To summarize: should I say _"heres regno" _(ablative)_, "heres regni" _(genitive)_, _or_ "heres regnum" _(nominative)?

Thanks much in advance for the feedback on this matter. The issue of case kills me in composition...

Mike


----------



## bearded

Hi
The default expression seems to be _heres regni _(see here: heres regni).

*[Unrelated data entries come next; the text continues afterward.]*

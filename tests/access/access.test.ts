// Access, route by route (API, in-process): every role the inventory does not allow, anonymous,
// and the other chamber's chief clerk are refused (401, 403 or 404) and change nothing; answers
// to the other chamber carry no Harrowmere record. Allowed roles reading get 200, so the sample
// records are real. Common practice (least privilege, tenant isolation), no source.
import type { APIRoute } from "astro";
import { beforeAll, describe, expect, it } from "vitest";
import { call, type Session } from "../support/app.ts";
import { tableCounts } from "../support/db.ts";
import type { Seeded } from "../support/fixtures.ts";
import { API_ROUTES, outsiderStatuses, refusedRoles, urlOf, type ApiRoute, type Samples } from "./route-inventory.ts";
import { harrowmereMarkers, seedSamples } from "./samples.ts";
import { sql } from "../../src/lib/server/db.ts";
import { CHAMBER_ROLES, can, type ChamberRole } from "../../src/lib/permissions.ts";
import { DEMO_ACCOUNTS } from "../../src/lib/server/seed/demo-data.ts";

let s: Seeded;
let samples: Samples;
let markers: string[];

beforeAll(async () => {
  ({ s, samples } = await seedSamples());
  markers = await harrowmereMarkers(s.chambers.harrowmere);
}, 120_000);

const modules = new Map<string, Record<string, APIRoute>>();
async function handlerOf(r: ApiRoute): Promise<APIRoute> {
  if (!modules.has(r.file)) modules.set(r.file, await import(/* @vite-ignore */ `../../src/pages/${r.file}`));
  const h = modules.get(r.file)![r.method];
  if (!h) throw new Error(`${r.file} exports no ${r.method}`);
  return h;
}

async function send(r: ApiRoute, as: Session | null) {
  const url = new URL(urlOf(r, samples), "http://127.0.0.1");
  const params = Object.fromEntries(Object.entries(r.params ?? {}).map(([k, key]) => [k, samples[key!]]));
  const raw = r.raw?.(samples);
  return call(await handlerOf(r), r.method, url.pathname + url.search, {
    as,
    params,
    query: Object.fromEntries(url.searchParams),
    ...(raw ? { rawBody: raw.body, headers: { "content-type": raw.contentType } } : r.body ? { body: r.body(samples) } : {}),
  });
}

const guarded = API_ROUTES.filter((r) => r.audience !== "public");
const label = (r: ApiRoute) => `${r.method} ${r.path}`;

describe("the inventory's samples are real", () => {
  it("every allowed role reads every GET route (200)", async () => {
    for (const r of guarded.filter((x) => x.method === "GET" && !x.stream && !x.starterOnly && x.file !== "api/dev/mail.ts")) {
      for (const role of r.audience as readonly string[]) {
        const res = await send(r, s.as[role as keyof Seeded["as"]]);
        expect(res.status, `${label(r)} as ${role}: ${JSON.stringify(res.body).slice(0, 200)}`).toBe(200);
      }
    }
  });
});

describe("refusals", () => {
  it("anonymous: 401 on every route that needs a sign-in, and nothing changes", async () => {
    const before = await tableCounts();
    for (const r of guarded) {
      const res = await send(r, null);
      expect(res.status, label(r)).toBe(401);
    }
    expect(await tableCounts()).toEqual(before);
  });

  it("every role the inventory does not allow: 403 (or 404), and nothing changes", async () => {
    const before = await tableCounts();
    let checked = 0;
    for (const r of guarded) {
      for (const role of refusedRoles(r.audience)) {
        const res = await send(r, s.as[role]);
        expect([403, 404], `${label(r)} as ${role}: ${res.status} ${JSON.stringify(res.body).slice(0, 200)}`).toContain(res.status);
        checked++;
      }
    }
    expect(checked).toBeGreaterThan(60);
    expect(await tableCounts()).toEqual(before);
  });

  it("the other chamber's chief clerk: refused wherever a Harrowmere record is named, and nothing changes", async () => {
    const before = await tableCounts();
    for (const r of guarded.filter((x) => x.outsider === "refused")) {
      const res = await send(r, s.outsider);
      expect(outsiderStatuses(r), `${label(r)}: ${res.status} ${JSON.stringify(res.body).slice(0, 300)}`).toContain(res.status);
      const text = JSON.stringify(res.body);
      for (const m of markers) expect(text.includes(m), `${label(r)} leaks ${m}`).toBe(false);
    }
    expect(await tableCounts()).toEqual(before);
  });

  it("the other chamber's chief clerk reading its own chamber's lists sees no Harrowmere record", async () => {
    for (const r of guarded.filter((x) => x.outsider === "own-chamber" && x.method === "GET")) {
      const res = await send(r, s.outsider);
      expect(res.status, label(r)).toBeLessThan(500);
      const text = typeof res.body === "string" ? res.body : JSON.stringify(res.body);
      for (const m of markers) expect(text.includes(m), `${label(r)} leaks ${m}`).toBe(false);
    }
  });
});

// Colleagues' e-mail addresses go only to roles holding "people:see-email" (chief clerk and
// clerks). Every GET route a role may read is asked, and no colleague's address may appear in
// the answer (one's own may). Distribution and delivery are the circulation desk's own work
// (staff send to those addresses), so the circulation routes and a ruling's `circulations` (the
// deliveries, given only to roles holding "circulation:send") are left out. Common practice
// (data minimisation), no source.
describe("e-mail addresses of people", () => {
  async function addresses(): Promise<string[]> {
    const rows = await sql.unsafe(`SELECT u.email AS v FROM "user" u JOIN member m ON m.user_id = u.id WHERE m.organization_id = $1`, [s.chambers.harrowmere]);
    return rows.map((r) => String(r.v).toLowerCase());
  }
  const own = (role: ChamberRole) => DEMO_ACCOUNTS.find((a) => a.chamber === "harrowmere" && a.role === role)!.email.toLowerCase();
  const readable = guarded.filter((r) => r.method === "GET" && !r.stream && !r.starterOnly && r.file !== "api/dev/mail.ts" && !r.file.startsWith("api/circulation/"));

  it("members, staff and observers receive no colleague's address from any route they may read", async () => {
    const all = await addresses();
    expect(all.length).toBeGreaterThan(4);
    let asked = 0;
    for (const role of CHAMBER_ROLES.filter((r) => !can(r, "people:see-email"))) {
      const others = all.filter((e) => e !== own(role));
      for (const r of readable.filter((x) => x.audience === "signed-in" || (Array.isArray(x.audience) && x.audience.includes(role)))) {
        const res = await send(r, s.as[role]);
        const body = can(role, "circulation:send") && res.body && typeof res.body === "object" && "circulations" in res.body ? { ...res.body, circulations: [] } : res.body;
        const text = (typeof body === "string" ? body : JSON.stringify(body)).toLowerCase();
        for (const e of others) expect(text.includes(e), `${label(r)} as ${role} gives ${e}`).toBe(false);
        asked++;
      }
    }
    expect(asked).toBeGreaterThan(30);
  });

  it("the chief clerk and clerks see every colleague's address in the people list", async () => {
    const all = await addresses();
    const people = API_ROUTES.find((r) => r.path === "/api/people")!;
    for (const role of CHAMBER_ROLES.filter((r) => can(r, "people:see-email"))) {
      expect(role === "chief-clerk" || role === "clerk", role).toBe(true);
      const res = await send(people, s.as[role]);
      const got = (res.body as { members: Array<{ email: string | null }> }).members.map((m) => m.email);
      expect(got.sort()).toEqual([...all].sort());
    }
  });
});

One remark: for me, the ablative case must be absolutely ruled out: '' to the throne'' would rather (if ever) correspond to a dative case. And the nominative case would not make sense in my opinion.


----------



## Michael Zwingli

Thanks, bearded.

I think that it cannot be dative, since there is no (direct or indirect) object for this sentence, since the verb is intransitive "_esse_". The genitive seems to be the consensus for this, although for the life of me I cannot understand how the Latin genitive fulfills that role. I guess I'll just have to go with the genitive without understanding it.


----------



## Scholiast

saluete omnes!

I think Cicero or Caesar or Tacitus would have preferred simply _filius regis_, but according to _OLD_ the phrase _heres regni_ is used in [Caes.] _Bell. Alex_. (66.5) and Livy (1.40.4), and _externus heres in regnum queritur _appears in Virg. _Aen._ 7.424 ('a foreign [i.e. non-Italian] successor is called for'), with implied reference to Aeneas himself, the immigrant to Italy who is to supplant Turnus as Latinus' destined son-in-law and prototypical 'Roman' king.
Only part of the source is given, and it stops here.